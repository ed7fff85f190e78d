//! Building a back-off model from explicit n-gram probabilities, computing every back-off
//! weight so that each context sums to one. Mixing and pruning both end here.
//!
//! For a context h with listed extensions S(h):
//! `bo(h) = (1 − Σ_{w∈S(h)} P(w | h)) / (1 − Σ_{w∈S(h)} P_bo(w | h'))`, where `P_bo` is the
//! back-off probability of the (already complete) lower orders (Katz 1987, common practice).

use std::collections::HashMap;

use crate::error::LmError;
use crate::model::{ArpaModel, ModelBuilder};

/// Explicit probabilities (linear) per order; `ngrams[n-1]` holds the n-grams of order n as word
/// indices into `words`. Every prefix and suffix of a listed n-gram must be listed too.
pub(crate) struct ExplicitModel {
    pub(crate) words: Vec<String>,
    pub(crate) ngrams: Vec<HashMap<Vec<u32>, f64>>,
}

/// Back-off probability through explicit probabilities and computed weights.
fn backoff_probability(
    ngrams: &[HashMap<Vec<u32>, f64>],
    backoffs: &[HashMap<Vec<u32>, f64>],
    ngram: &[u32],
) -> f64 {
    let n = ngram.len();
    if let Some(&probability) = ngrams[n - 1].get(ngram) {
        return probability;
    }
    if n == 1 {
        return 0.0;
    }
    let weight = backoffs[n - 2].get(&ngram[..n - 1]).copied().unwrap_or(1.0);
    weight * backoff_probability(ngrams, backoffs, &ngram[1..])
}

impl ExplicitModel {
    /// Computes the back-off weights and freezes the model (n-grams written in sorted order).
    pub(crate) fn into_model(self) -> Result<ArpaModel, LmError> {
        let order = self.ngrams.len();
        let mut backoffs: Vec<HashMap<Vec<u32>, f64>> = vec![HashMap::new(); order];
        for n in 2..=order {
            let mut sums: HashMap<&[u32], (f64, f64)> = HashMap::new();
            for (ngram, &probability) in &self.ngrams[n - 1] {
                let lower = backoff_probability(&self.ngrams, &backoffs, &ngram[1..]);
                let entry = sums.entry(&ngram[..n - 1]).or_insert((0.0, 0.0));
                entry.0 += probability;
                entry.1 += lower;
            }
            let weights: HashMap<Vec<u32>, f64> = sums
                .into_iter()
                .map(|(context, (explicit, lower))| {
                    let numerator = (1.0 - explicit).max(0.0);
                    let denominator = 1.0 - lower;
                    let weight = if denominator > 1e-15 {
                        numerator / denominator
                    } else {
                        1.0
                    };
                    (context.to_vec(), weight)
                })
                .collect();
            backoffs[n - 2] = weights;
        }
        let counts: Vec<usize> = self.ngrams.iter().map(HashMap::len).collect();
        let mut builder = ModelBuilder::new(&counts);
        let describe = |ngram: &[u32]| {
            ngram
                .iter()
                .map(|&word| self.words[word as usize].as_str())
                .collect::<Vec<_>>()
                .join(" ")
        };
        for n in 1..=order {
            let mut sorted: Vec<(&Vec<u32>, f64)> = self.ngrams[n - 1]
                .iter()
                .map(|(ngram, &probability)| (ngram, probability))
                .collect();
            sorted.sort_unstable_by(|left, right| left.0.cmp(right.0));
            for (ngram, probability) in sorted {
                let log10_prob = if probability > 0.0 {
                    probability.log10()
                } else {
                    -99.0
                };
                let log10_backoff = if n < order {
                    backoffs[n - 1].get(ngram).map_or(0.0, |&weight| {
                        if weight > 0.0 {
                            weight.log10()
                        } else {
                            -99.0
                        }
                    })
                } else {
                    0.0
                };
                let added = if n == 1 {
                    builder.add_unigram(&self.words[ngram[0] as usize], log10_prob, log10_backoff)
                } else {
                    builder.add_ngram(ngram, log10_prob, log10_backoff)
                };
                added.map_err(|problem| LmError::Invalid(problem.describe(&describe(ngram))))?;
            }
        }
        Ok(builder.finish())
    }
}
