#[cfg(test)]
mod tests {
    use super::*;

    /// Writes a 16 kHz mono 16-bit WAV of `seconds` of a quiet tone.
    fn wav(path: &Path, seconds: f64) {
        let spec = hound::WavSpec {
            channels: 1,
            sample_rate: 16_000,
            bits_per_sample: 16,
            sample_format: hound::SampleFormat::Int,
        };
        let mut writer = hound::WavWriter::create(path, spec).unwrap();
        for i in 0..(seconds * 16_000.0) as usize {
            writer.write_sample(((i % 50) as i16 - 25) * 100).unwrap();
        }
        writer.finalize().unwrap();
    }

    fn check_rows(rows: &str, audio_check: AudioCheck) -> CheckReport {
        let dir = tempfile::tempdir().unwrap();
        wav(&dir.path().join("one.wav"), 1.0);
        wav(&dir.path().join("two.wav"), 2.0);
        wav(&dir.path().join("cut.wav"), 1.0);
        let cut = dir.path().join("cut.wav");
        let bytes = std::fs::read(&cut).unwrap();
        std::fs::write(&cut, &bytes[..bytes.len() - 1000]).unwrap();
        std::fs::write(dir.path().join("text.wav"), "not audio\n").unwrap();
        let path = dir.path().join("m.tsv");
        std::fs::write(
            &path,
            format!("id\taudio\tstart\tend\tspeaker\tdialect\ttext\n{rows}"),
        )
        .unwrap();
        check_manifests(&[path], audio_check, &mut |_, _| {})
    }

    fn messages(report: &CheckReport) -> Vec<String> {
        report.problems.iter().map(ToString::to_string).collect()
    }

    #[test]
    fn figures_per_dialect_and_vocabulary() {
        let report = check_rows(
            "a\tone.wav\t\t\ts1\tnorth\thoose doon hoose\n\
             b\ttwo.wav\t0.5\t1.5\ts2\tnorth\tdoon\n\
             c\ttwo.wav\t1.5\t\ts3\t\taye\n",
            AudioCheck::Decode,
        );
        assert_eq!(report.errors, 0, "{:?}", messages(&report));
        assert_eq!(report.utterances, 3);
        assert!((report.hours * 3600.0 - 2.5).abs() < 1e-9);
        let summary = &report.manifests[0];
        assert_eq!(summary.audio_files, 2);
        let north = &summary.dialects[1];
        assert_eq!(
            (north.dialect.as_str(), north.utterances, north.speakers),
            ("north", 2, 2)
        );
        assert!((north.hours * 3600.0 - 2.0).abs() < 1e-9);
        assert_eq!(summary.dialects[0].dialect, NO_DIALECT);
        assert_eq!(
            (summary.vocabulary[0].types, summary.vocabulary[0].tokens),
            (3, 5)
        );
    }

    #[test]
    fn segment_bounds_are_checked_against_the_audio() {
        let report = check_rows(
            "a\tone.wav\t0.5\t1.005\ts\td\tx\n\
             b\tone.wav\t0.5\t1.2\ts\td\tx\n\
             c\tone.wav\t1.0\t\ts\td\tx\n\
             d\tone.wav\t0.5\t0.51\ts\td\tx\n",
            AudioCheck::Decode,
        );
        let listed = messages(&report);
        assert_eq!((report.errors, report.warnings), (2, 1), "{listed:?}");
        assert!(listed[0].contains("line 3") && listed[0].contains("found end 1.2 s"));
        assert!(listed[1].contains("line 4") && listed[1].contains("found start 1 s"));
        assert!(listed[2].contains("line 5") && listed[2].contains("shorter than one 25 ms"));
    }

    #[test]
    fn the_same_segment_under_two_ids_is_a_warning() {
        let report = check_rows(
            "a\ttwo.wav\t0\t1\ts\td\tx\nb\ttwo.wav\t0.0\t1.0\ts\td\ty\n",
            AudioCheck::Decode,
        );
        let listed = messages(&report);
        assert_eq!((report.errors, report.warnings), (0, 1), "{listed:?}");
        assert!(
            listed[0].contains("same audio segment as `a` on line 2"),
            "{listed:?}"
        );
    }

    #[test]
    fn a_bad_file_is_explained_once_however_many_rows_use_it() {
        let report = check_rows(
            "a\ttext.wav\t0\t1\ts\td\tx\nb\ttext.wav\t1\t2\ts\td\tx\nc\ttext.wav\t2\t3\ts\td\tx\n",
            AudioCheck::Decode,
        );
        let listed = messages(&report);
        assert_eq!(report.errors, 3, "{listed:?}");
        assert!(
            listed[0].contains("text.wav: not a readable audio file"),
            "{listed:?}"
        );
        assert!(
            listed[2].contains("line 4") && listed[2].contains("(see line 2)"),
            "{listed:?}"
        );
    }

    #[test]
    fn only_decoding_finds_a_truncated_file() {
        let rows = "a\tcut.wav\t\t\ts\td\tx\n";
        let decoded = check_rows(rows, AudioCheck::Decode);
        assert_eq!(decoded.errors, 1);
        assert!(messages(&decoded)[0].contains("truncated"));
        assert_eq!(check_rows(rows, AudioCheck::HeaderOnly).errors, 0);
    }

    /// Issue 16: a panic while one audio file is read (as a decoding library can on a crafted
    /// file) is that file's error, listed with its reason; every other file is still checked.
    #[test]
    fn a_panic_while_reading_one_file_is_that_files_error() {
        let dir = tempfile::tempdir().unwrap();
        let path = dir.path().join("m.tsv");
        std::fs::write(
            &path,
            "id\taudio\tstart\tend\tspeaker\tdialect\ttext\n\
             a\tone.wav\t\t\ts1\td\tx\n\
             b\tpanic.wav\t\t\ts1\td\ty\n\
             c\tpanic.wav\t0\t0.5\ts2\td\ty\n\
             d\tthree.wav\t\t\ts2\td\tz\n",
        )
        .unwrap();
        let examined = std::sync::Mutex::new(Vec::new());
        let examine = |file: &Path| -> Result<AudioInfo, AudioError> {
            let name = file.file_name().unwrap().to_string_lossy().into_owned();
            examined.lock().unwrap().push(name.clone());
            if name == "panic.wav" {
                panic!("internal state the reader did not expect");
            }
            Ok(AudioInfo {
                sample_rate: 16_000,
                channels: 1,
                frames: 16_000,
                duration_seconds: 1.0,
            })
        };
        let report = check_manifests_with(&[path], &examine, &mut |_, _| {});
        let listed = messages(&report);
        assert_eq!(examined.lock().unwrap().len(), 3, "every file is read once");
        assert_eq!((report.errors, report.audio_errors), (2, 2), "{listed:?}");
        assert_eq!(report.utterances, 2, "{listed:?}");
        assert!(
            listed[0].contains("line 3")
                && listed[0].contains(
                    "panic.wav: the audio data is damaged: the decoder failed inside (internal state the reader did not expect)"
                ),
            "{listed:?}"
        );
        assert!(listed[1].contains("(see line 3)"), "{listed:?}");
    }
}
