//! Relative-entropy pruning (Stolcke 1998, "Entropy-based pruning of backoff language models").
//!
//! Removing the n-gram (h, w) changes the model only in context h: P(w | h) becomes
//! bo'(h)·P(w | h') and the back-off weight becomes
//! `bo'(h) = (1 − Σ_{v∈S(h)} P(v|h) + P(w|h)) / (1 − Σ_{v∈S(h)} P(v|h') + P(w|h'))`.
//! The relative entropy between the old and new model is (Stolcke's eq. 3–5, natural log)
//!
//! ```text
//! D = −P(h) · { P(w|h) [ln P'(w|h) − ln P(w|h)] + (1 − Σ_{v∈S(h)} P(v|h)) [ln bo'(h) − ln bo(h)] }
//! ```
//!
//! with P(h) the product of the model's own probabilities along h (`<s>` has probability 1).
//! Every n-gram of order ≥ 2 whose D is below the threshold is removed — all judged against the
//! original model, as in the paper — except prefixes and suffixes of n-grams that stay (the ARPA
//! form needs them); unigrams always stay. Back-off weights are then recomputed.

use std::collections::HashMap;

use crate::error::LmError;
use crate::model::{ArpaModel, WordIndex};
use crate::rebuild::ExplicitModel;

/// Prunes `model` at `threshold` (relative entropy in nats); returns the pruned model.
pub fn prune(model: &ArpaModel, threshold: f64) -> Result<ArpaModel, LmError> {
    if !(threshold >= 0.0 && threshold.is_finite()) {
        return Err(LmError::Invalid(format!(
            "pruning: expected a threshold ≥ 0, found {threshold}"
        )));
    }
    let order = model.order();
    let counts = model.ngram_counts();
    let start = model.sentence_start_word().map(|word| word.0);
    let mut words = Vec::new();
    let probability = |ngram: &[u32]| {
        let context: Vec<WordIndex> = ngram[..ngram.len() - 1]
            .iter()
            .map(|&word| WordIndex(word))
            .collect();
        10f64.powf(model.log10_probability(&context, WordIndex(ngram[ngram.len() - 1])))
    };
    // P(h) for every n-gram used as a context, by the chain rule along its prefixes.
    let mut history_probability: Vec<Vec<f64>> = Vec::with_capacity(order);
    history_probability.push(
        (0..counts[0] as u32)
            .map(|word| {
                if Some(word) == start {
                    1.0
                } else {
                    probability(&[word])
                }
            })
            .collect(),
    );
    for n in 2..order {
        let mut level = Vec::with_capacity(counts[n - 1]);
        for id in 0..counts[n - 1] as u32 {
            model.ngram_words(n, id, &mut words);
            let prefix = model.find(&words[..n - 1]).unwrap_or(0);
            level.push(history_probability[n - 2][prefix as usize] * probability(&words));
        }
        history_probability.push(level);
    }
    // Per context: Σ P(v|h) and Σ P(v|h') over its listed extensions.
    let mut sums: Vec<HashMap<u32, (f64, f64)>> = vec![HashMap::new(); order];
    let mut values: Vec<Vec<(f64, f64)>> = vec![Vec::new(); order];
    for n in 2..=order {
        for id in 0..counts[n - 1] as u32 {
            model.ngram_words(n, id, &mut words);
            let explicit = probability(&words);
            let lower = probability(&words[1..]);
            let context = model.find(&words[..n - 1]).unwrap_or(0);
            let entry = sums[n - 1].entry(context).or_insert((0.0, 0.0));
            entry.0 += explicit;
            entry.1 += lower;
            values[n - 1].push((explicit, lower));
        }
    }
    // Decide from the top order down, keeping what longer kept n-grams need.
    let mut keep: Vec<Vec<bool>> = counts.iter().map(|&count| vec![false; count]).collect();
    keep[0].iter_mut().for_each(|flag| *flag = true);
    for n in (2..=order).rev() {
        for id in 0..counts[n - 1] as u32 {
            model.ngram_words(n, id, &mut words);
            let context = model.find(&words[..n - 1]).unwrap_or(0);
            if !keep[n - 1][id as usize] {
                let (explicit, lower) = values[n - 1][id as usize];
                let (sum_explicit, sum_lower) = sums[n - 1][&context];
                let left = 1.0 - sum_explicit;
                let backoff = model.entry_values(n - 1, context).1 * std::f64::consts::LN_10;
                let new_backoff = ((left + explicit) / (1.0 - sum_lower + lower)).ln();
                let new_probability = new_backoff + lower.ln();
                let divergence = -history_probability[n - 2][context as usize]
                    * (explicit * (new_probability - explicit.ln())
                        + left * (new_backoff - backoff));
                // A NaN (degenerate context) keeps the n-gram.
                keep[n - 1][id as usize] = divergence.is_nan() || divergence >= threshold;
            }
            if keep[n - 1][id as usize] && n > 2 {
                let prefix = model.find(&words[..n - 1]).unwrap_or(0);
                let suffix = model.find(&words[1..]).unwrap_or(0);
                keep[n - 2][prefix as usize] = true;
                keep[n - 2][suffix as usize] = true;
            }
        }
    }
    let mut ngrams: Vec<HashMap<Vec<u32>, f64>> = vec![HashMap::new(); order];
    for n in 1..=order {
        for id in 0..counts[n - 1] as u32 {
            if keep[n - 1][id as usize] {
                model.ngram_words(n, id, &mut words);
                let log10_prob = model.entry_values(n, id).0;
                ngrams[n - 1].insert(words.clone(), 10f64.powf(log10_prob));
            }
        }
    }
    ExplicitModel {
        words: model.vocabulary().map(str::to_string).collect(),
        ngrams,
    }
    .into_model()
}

==

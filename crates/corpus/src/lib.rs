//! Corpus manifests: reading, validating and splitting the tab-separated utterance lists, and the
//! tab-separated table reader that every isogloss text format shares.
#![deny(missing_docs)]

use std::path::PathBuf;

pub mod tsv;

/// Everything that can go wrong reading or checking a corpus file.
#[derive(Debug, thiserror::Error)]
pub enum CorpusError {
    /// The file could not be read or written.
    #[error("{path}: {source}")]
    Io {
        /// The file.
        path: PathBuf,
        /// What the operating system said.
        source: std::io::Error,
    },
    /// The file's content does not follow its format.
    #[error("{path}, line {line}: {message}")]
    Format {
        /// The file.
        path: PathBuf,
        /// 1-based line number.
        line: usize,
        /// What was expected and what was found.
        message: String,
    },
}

==

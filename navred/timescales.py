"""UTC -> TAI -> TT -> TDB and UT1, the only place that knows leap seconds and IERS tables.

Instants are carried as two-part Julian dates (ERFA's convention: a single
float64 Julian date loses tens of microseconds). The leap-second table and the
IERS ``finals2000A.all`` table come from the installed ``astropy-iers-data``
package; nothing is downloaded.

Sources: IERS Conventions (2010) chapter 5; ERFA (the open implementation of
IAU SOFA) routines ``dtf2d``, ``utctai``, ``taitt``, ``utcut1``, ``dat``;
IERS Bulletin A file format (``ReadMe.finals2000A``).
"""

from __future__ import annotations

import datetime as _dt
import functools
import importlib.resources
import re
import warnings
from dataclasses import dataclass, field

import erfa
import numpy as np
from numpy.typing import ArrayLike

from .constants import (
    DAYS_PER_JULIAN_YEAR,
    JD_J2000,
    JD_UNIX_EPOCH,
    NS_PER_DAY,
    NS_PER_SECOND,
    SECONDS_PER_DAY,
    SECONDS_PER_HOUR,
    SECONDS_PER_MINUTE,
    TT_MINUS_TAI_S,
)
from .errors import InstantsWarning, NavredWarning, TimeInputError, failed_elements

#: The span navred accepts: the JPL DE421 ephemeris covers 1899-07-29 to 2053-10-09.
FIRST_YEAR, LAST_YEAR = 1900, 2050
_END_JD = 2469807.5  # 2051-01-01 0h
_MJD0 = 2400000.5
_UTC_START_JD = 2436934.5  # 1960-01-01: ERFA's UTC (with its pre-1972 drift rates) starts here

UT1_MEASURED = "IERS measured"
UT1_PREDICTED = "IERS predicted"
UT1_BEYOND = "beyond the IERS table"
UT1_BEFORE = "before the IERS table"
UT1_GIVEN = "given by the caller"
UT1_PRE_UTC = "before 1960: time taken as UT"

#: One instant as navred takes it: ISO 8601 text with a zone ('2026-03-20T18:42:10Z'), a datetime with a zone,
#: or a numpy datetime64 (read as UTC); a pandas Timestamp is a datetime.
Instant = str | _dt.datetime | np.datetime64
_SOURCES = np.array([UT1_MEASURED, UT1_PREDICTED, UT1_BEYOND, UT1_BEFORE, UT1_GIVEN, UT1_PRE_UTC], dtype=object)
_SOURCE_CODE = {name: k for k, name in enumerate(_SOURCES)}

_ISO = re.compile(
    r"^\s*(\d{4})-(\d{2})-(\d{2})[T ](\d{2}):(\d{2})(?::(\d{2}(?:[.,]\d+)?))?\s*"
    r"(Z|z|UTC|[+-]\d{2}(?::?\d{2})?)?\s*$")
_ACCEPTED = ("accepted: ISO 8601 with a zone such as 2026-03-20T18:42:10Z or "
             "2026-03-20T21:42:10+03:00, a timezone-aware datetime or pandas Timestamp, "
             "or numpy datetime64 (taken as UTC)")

• WORK TASK: Find the line with "let log10_prob = if" in the entries above. Retype it and each line after it, exactly, through the line with "let log10_backoff = if", and stop there.

• REPLY:
                let log10_prob = if probability > 0.0 {
                    probability.log10()
                } else {
                    -99.0
                };
                let log10_backoff = if n < order {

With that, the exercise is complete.